## Data in this exercise
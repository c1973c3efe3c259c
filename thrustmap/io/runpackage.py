"""Atomic writers for a run's outputs: GeoPackage, GeoJSON (RFC 7946), Shapefile, text.

Every writer builds its output in a temporary file in the target's own folder
and renames it over the target with :func:`os.replace`, so a reader sees
either the previous file or the complete new one, never a partial file, even
when the writing process is killed half-way.
"""

from __future__ import annotations

import hashlib
import logging
import os
import re
import secrets
import shutil
from collections.abc import Mapping
from pathlib import Path
from typing import Any

import geopandas as gpd
import pandas as pd
import pyogrio

from thrustmap.errors import CRSError, InputError, OutputExistsError

__all__ = [
    "write_text_atomic",
    "write_bytes_atomic",
    "write_package_layers",
    "write_geojson_layers",
    "write_shapefile_layers",
    "describe_layers",
    "shapefile_field_names",
]

logger = logging.getLogger(__name__)

_LAYER_NAME = re.compile(r"^[A-Za-z_][A-Za-z0-9_]*$")
_SHAPEFILE_PARTS = (".shp", ".shx", ".dbf", ".prj", ".cpg")


def _temp_sibling(target: Path, suffix: str) -> Path:
    """A fresh, hidden file name in the target's folder (same filesystem, so rename is atomic)."""
    return target.with_name(f".{target.name}.{secrets.token_hex(6)}.tmp{suffix}")


def _check_target(target: Path, overwrite: bool) -> None:
    if target.exists() and not overwrite:
        raise OutputExistsError(f"{target} exists; pass overwrite=True (--overwrite) to replace it")
    if not target.parent.is_dir():
        target.parent.mkdir(parents=True, exist_ok=True)


def _fsync(path: Path) -> None:
    with open(path, "rb") as fh:
        os.fsync(fh.fileno())


def write_bytes_atomic(path: str | os.PathLike[str], data: bytes, *, overwrite: bool = False) -> Path:
    """Write bytes to ``path`` through a temporary sibling file and a rename.

    Parameters
    ----------
    path : str or path-like
        Target file; its folder is created when missing.
    data : bytes
        Content.
    overwrite : bool, default False
        Replace an existing file.

    Returns
    -------
    Path
        The target path.

    Raises
    ------
    OutputExistsError
        When the file exists and ``overwrite`` is false.

    Examples
    --------
    >>> import tempfile, pathlib
    >>> p = pathlib.Path(tempfile.mkdtemp()) / "a.bin"
    >>> write_bytes_atomic(p, b"abc").read_bytes()
    b'abc'
    """
    target = Path(path)
    _check_target(target, overwrite)
    tmp = _temp_sibling(target, target.suffix)
    try:
        with open(tmp, "wb") as fh:
            fh.write(data)
            fh.flush()
            os.fsync(fh.fileno())
        os.replace(tmp, target)
    finally:
        tmp.unlink(missing_ok=True)
    return target


def write_text_atomic(path: str | os.PathLike[str], text: str, *, overwrite: bool = False) -> Path:
    """Write UTF-8 text to ``path`` atomically (see :func:`write_bytes_atomic`).

    Examples
    --------
    >>> import tempfile, pathlib
    >>> p = pathlib.Path(tempfile.mkdtemp()) / "a.txt"
    >>> write_text_atomic(p, "héllo").read_text(encoding="utf-8")
    'héllo'
    """
    return write_bytes_atomic(path, text.encode("utf-8"), overwrite=overwrite)


def _check_layers(layers: Mapping[str, pd.DataFrame], *, source: str) -> None:
    for name, frame in layers.items():
        if not isinstance(name, str) or not _LAYER_NAME.match(name):
            raise InputError(
                "a layer name must start with a letter or '_' and hold only letters, digits "
                f"and '_'; got {name!r}",
                source=source,
                layer=str(name),
            )
        if not isinstance(frame, pd.DataFrame):
            raise InputError(
                f"expected a (Geo)DataFrame, got {type(frame).__name__}", source=source, layer=name
            )
        if isinstance(frame, gpd.GeoDataFrame) and _has_geometry(frame) and frame.crs is None:
            raise CRSError(
                "the layer has no CRS; set one with GeoDataFrame.set_crs() before writing",
                source=source,
                layer=name,
            )


def _has_geometry(frame: pd.DataFrame) -> bool:
    return isinstance(frame, gpd.GeoDataFrame) and frame._geometry_column_name in frame.columns


def _table(frame: pd.DataFrame) -> pd.DataFrame:
    """A geometry-less table as a plain DataFrame with a fresh index (pyogrio writes columns only)."""
    return pd.DataFrame(frame).reset_index(drop=True)


def write_package_layers(
    path: str | os.PathLike[str],
    layers: Mapping[str, pd.DataFrame],
    *,
    dataset_metadata: Mapping[str, str] | None = None,
    overwrite: bool = False,
) -> str:
    """Write several layers into one GeoPackage atomically.

    Layers are written one after another into a temporary GeoPackage in the
    target's folder, which is then renamed over the target. If anything fails
    (or the process dies) before the rename, the previous target is untouched.

    Parameters
    ----------
    path : str or path-like
        Target ``.gpkg`` file.
    layers : mapping of str to (Geo)DataFrame
        Layer name to data. GeoDataFrames are written with their CRS and
        geometry type; plain DataFrames become attribute tables.
    dataset_metadata : mapping of str to str, optional
        Key/value metadata stored in the GeoPackage metadata tables.
    overwrite : bool, default False
        Replace an existing file.

    Returns
    -------
    str
        SHA-256 of the written GeoPackage.

    Raises
    ------
    OutputExistsError
        When the file exists and ``overwrite`` is false.
    InputError
        For an empty mapping, a bad layer name or a non-DataFrame value.
    CRSError
        For a geometry layer without CRS.

    Examples
    --------
    >>> import tempfile, pathlib, pandas as pd
    >>> p = pathlib.Path(tempfile.mkdtemp()) / "t.gpkg"
    >>> len(write_package_layers(p, {"notes": pd.DataFrame({"a": [1]})}))
    64
    """
    target = Path(path)
    source = os.fspath(target)
    if not layers:
        raise InputError("no layers to write", source=source)
    _check_layers(layers, source=source)
    _check_target(target, overwrite)
    tmp = _temp_sibling(target, ".gpkg")
    try:
        names = list(layers)
        for i, name in enumerate(names):
            frame = layers[name]
            meta = dict(dataset_metadata) if dataset_metadata and i == len(names) - 1 else None
            data = frame if _has_geometry(frame) else _table(frame)
            try:
                pyogrio.write_dataframe(
                    data, tmp, layer=name, driver="GPKG", dataset_metadata=meta
                )
            except (NotImplementedError, TypeError, ValueError) as exc:
                raise InputError(
                    f"the GeoPackage driver cannot store this layer: {exc}; "
                    "convert the offending column to text or numbers",
                    source=source,
                    layer=name,
                ) from exc
            logger.debug("wrote layer %s (%d rows) to %s", name, len(frame), tmp.name)
        _fsync(tmp)
        digest = hashlib.sha256(tmp.read_bytes()).hexdigest()
        os.replace(tmp, target)
    finally:
        for leftover in (tmp, Path(f"{tmp}-journal"), Path(f"{tmp}-wal"), Path(f"{tmp}-shm")):
            leftover.unlink(missing_ok=True)
    logger.info("wrote %d layers to %s", len(layers), target)
    return digest


def describe_layers(layers: Mapping[str, pd.DataFrame]) -> dict[str, dict[str, Any]]:
    """Row count, geometry type(s) and CRS of each layer (for sidecars and logs).

    Examples
    --------
    >>> import pandas as pd
    >>> describe_layers({"t": pd.DataFrame({"a": [1, 2]})})
    {'t': {'rows': 2, 'geometry_types': [], 'crs': None}}
    """
    out = {}
    for name, frame in layers.items():
        if _has_geometry(frame):
            types = sorted(set(frame.geometry.geom_type.dropna()))
            crs = frame.crs.to_string() if frame.crs is not None else None
        else:
            types, crs = [], None
        out[name] = {"rows": len(frame), "geometry_types": types, "crs": crs}
    return out


def _export_targets(
    folder: str | os.PathLike[str], layers: Mapping[str, pd.DataFrame], suffix: str,
    overwrite: bool,
) -> tuple[Path, dict[str, gpd.GeoDataFrame], dict[str, Path]]:
    """Geometry layers to export and their target files, all checked before anything is written."""
    base = Path(folder)
    spatial = {k: v for k, v in layers.items() if _has_geometry(v)}
    tables = sorted(set(layers) - set(spatial))
    if tables:
        logger.info("%s export holds geometry layers only; tables kept in the GeoPackage: %s",
                    suffix, tables)
    _check_layers(spatial, source=os.fspath(base))
    targets = {name: base / f"{name}{suffix}" for name in spatial}
    for target in targets.values():
        _check_target(target, overwrite)
    return base, spatial, targets


def write_geojson_layers(
    folder: str | os.PathLike[str],
    layers: Mapping[str, pd.DataFrame],
    *,
    overwrite: bool = False,
) -> dict[str, Path]:
    """Write each geometry layer as an RFC 7946 GeoJSON file ``<layer>.geojson``.

    RFC 7946 (Butler et al. 2016, "The GeoJSON Format") fixes the CRS to WGS 84
    with longitude before latitude and no ``crs`` member; layers are reprojected
    to EPSG:4326 and written with GDAL's ``RFC7946=YES`` option. Attribute
    tables (no geometry) are left to the GeoPackage.

    Parameters
    ----------
    folder : str or path-like
        Output folder, created when missing.
    layers : mapping of str to (Geo)DataFrame
        Layers; those without geometry are not written.
    overwrite : bool, default False
        Replace existing files.

    Returns
    -------
    dict of str to Path
        Layer name to written file.

    Raises
    ------
    OutputExistsError
        When a target exists and ``overwrite`` is false (checked before writing any).
    CRSError
        For a geometry layer without CRS.

    Examples
    --------
    >>> import tempfile, geopandas as gpd, shapely
    >>> g = gpd.GeoDataFrame(geometry=[shapely.Point(700000, 5090000)], crs="EPSG:32633")
    >>> out = write_geojson_layers(tempfile.mkdtemp(), {"pts": g})
    >>> out["pts"].suffix
    '.geojson'
    """
    _, spatial, targets = _export_targets(folder, layers, ".geojson", overwrite)
    for name, frame in spatial.items():
        target = targets[name]
        tmp = _temp_sibling(target, ".geojson")
        try:
            pyogrio.write_dataframe(
                frame.to_crs("EPSG:4326"), tmp, driver="GeoJSON", layer=name, RFC7946="YES"
            )
            _fsync(tmp)
            os.replace(tmp, target)
        finally:
            tmp.unlink(missing_ok=True)
    return targets


def shapefile_field_names(columns: list[str]) -> dict[str, str]:
    """Unique dBASE field names (at most 10 characters) for column names.

    Names that fit are kept; longer ones are cut to 10 characters, and a
    clash is resolved by replacing the tail with a running number.

    Parameters
    ----------
    columns : list of str
        Column names (geometry excluded).

    Returns
    -------
    dict of str to str
        Original name to field name.

    Examples
    --------
    >>> shapefile_field_names(["dip_direction", "dip_direction_grid", "dip"])
    {'dip_direction': 'dip_direct', 'dip_direction_grid': 'dip_dire_1', 'dip': 'dip'}
    """
    taken: set[str] = set()
    mapping = {}
    for col in columns:
        short = col[:10]
        n = 0
        while short.lower() in taken:
            n += 1
            tail = f"_{n}"
            short = col[: 10 - len(tail)] + tail
        taken.add(short.lower())
        mapping[col] = short
    return mapping


def write_shapefile_layers(
    folder: str | os.PathLike[str],
    layers: Mapping[str, pd.DataFrame],
    *,
    overwrite: bool = False,
) -> dict[str, Path]:
    """Write each geometry layer as a Shapefile ``<layer>.shp`` (with .shx, .dbf, .prj, .cpg).

    Field names longer than the dBASE limit of 10 characters are shortened by
    :func:`shapefile_field_names`; the mapping of every layer is written to
    ``fieldnames.json`` in the folder. Each layer is first written to a
    temporary folder beside the target, then its parts are renamed into place.

    Parameters
    ----------
    folder : str or path-like
        Output folder, created when missing.
    layers : mapping of str to (Geo)DataFrame
        Layers; those without geometry are not written.
    overwrite : bool, default False
        Replace existing files.

    Returns
    -------
    dict of str to Path
        Layer name to the written ``.shp`` file.

    Raises
    ------
    OutputExistsError
        When a target exists and ``overwrite`` is false (checked before writing any).
    CRSError
        For a geometry layer without CRS.

    Examples
    --------
    >>> import tempfile, geopandas as gpd, shapely
    >>> g = gpd.GeoDataFrame({"dip_direction": [90.0]}, geometry=[shapely.Point(7e5, 5.09e6)],
    ...                      crs="EPSG:32633")
    >>> out = write_shapefile_layers(tempfile.mkdtemp(), {"pts": g})
    >>> list(gpd.read_file(out["pts"]).columns)
    ['dip_direct', 'geometry']
    """
    import json

    base, spatial, targets = _export_targets(folder, layers, ".shp", overwrite)
    names: dict[str, dict[str, str]] = {}
    for name, frame in spatial.items():
        geom = frame._geometry_column_name
        mapping = shapefile_field_names([c for c in frame.columns if c != geom])
        names[name] = {v: k for k, v in mapping.items() if k != v}
        stage = _temp_sibling(base / name, "")
        stage.mkdir()
        try:
            pyogrio.write_dataframe(
                frame.rename(columns=mapping), stage / f"{name}.shp", driver="ESRI Shapefile"
            )
            for part in _SHAPEFILE_PARTS:
                staged = stage / f"{name}{part}"
                if staged.exists():
                    _fsync(staged)
                    os.replace(staged, base / f"{name}{part}")
        finally:
            shutil.rmtree(stage, ignore_errors=True)
    index = base / "fieldnames.json"
    known = json.loads(index.read_text(encoding="utf-8")) if index.exists() else {}
    known.update(names)
    write_text_atomic(index, json.dumps(known, indent=2) + "\n", overwrite=True)
    return targets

## Work required
Go through the lines above and count those with the string "process". Reply with the count and nothing more.

## Your solution
2